[Collected data]
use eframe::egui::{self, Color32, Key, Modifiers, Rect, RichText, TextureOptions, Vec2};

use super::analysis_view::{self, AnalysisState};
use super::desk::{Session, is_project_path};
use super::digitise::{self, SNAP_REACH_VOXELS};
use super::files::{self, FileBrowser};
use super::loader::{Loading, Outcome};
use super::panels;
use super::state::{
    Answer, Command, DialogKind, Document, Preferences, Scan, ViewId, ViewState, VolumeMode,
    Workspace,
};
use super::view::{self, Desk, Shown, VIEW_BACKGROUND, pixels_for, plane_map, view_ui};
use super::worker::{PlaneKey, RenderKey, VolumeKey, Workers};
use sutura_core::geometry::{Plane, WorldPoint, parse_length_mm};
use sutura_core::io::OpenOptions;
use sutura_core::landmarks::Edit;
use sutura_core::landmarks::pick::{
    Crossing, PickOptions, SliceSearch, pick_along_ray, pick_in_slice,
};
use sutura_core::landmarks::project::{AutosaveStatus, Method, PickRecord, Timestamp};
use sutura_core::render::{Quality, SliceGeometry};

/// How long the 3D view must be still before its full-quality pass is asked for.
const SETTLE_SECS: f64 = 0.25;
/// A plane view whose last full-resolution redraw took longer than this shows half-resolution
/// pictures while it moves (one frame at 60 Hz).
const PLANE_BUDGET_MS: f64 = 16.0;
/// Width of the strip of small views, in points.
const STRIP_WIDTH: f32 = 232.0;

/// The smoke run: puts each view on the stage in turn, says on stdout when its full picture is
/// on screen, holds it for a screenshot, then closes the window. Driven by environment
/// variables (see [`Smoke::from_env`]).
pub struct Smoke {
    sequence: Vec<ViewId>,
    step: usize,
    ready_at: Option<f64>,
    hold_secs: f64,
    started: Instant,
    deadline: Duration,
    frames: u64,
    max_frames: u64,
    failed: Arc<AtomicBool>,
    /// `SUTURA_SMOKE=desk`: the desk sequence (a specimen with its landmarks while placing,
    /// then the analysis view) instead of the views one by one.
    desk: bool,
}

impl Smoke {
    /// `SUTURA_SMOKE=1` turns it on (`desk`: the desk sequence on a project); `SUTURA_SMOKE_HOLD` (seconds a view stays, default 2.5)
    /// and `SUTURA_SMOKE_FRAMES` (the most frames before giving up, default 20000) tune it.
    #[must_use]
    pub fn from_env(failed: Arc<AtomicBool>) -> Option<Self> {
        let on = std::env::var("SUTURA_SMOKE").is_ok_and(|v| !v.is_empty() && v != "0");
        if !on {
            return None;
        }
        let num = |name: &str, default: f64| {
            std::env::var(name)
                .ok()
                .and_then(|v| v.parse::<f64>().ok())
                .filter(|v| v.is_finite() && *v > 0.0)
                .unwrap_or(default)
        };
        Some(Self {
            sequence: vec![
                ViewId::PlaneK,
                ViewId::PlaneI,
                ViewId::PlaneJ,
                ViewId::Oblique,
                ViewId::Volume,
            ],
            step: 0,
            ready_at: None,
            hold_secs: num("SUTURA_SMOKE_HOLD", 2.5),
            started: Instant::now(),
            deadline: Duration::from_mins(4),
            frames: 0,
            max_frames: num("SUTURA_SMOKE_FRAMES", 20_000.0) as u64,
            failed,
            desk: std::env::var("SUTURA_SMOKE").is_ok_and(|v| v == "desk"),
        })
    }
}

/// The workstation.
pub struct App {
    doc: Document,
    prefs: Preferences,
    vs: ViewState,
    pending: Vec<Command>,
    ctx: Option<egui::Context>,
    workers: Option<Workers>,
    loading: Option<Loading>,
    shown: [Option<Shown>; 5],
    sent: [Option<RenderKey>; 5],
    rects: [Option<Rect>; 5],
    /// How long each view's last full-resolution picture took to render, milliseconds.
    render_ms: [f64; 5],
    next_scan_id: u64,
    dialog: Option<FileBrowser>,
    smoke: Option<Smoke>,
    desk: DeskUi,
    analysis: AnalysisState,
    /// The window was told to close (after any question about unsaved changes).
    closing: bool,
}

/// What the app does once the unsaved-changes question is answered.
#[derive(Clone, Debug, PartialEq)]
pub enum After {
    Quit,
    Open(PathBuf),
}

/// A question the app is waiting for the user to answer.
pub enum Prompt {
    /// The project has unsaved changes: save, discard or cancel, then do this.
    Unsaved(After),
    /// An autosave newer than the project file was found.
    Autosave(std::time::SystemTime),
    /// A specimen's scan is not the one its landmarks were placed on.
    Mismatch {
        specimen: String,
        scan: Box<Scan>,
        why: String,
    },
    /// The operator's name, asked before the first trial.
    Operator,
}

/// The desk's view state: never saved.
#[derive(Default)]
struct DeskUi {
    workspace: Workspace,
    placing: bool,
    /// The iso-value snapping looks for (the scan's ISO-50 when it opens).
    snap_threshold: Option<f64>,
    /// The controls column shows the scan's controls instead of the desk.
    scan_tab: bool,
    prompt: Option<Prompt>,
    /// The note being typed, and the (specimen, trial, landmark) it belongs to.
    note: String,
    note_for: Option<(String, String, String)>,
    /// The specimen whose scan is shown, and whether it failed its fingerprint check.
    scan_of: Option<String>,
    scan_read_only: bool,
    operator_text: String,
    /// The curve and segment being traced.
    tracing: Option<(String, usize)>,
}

[What needs to be done] Each entry above should be repeated exactly, with no line left out.

[Solved exercise]
use eframe::egui::{self, Color32, Key, Modifiers, Rect, RichText, TextureOptions, Vec2};

use super::analysis_view::{self, AnalysisState};
use super::desk::{Session, is_project_path};
use super::digitise::{self, SNAP_REACH_VOXELS};
use super::files::{self, FileBrowser};
use super::loader::{Loading, Outcome};
use super::panels;
use super::state::{
    Answer, Command, DialogKind, Document, Preferences, Scan, ViewId, ViewState, VolumeMode,
    Workspace,
};
use super::view::{self, Desk, Shown, VIEW_BACKGROUND, pixels_for, plane_map, view_ui};
use super::worker::{PlaneKey, RenderKey, VolumeKey, Workers};
use sutura_core::geometry::{Plane, WorldPoint, parse_length_mm};
use sutura_core::io::OpenOptions;
use sutura_core::landmarks::Edit;
use sutura_core::landmarks::pick::{
    Crossing, PickOptions, SliceSearch, pick_along_ray, pick_in_slice,
};
use sutura_core::landmarks::project::{AutosaveStatus, Method, PickRecord, Timestamp};
use sutura_core::render::{Quality, SliceGeometry};

/// How long the 3D view must be still before its full-quality pass is asked for.
const SETTLE_SECS: f64 = 0.25;
/// A plane view whose last full-resolution redraw took longer than this shows half-resolution
/// pictures while it moves (one frame at 60 Hz).
const PLANE_BUDGET_MS: f64 = 16.0;
/// Width of the strip of small views, in points.
const STRIP_WIDTH: f32 = 232.0;

/// The smoke run: puts each view on the stage in turn, says on stdout when its full picture is
/// on screen, holds it for a screenshot, then closes the window. Driven by environment
/// variables (see [`Smoke::from_env`]).
pub struct Smoke {
    sequence: Vec<ViewId>,
    step: usize,
    ready_at: Option<f64>,
    hold_secs: f64,
    started: Instant,
    deadline: Duration,
    frames: u64,
    max_frames: u64,
    failed: Arc<AtomicBool>,
    /// `SUTURA_SMOKE=desk`: the desk sequence (a specimen with its landmarks while placing,
    /// then the analysis view) instead of the views one by one.
    desk: bool,
}

impl Smoke {
    /// `SUTURA_SMOKE=1` turns it on (`desk`: the desk sequence on a project); `SUTURA_SMOKE_HOLD` (seconds a view stays, default 2.5)
    /// and `SUTURA_SMOKE_FRAMES` (the most frames before giving up, default 20000) tune it.
    #[must_use]
    pub fn from_env(failed: Arc<AtomicBool>) -> Option<Self> {
        let on = std::env::var("SUTURA_SMOKE").is_ok_and(|v| !v.is_empty() && v != "0");
        if !on {
            return None;
        }
        let num = |name: &str, default: f64| {
            std::env::var(name)
                .ok()
                .and_then(|v| v.parse::<f64>().ok())
                .filter(|v| v.is_finite() && *v > 0.0)
                .unwrap_or(default)
        };
        Some(Self {
            sequence: vec![
                ViewId::PlaneK,
                ViewId::PlaneI,
                ViewId::PlaneJ,
                ViewId::Oblique,
                ViewId::Volume,
            ],
            step: 0,
            ready_at: None,
            hold_secs: num("SUTURA_SMOKE_HOLD", 2.5),
            started: Instant::now(),
            deadline: Duration::from_mins(4),
            frames: 0,
            max_frames: num("SUTURA_SMOKE_FRAMES", 20_000.0) as u64,
            failed,
            desk: std::env::var("SUTURA_SMOKE").is_ok_and(|v| v == "desk"),
        })
    }
}

/// The workstation.
pub struct App {
    doc: Document,
    prefs: Preferences,
    vs: ViewState,
    pending: Vec<Command>,
    ctx: Option<egui::Context>,
    workers: Option<Workers>,
    loading: Option<Loading>,
    shown: [Option<Shown>; 5],
    sent: [Option<RenderKey>; 5],
    rects: [Option<Rect>; 5],
    /// How long each view's last full-resolution picture took to render, milliseconds.
    render_ms: [f64; 5],
    next_scan_id: u64,
    dialog: Option<FileBrowser>,
    smoke: Option<Smoke>,
    desk: DeskUi,
    analysis: AnalysisState,
    /// The window was told to close (after any question about unsaved changes).
    closing: bool,
}

/// What the app does once the unsaved-changes question is answered.
#[derive(Clone, Debug, PartialEq)]
pub enum After {
    Quit,
    Open(PathBuf),
}

/// A question the app is waiting for the user to answer.
pub enum Prompt {
    /// The project has unsaved changes: save, discard or cancel, then do this.
    Unsaved(After),
    /// An autosave newer than the project file was found.
    Autosave(std::time::SystemTime),
    /// A specimen's scan is not the one its landmarks were placed on.
    Mismatch {
        specimen: String,
        scan: Box<Scan>,
        why: String,
    },
    /// The operator's name, asked before the first trial.
    Operator,
}

/// The desk's view state: never saved.
#[derive(Default)]
struct DeskUi {
    workspace: Workspace,
    placing: bool,
    /// The iso-value snapping looks for (the scan's ISO-50 when it opens).
    snap_threshold: Option<f64>,
    /// The controls column shows the scan's controls instead of the desk.
    scan_tab: bool,
    prompt: Option<Prompt>,
    /// The note being typed, and the (specimen, trial, landmark) it belongs to.
    note: String,
    note_for: Option<(String, String, String)>,
    /// The specimen whose scan is shown, and whether it failed its fingerprint check.
    scan_of: Option<String>,
    scan_read_only: bool,
    operator_text: String,
    /// The curve and segment being traced.
    tracing: Option<(String, usize)>,
}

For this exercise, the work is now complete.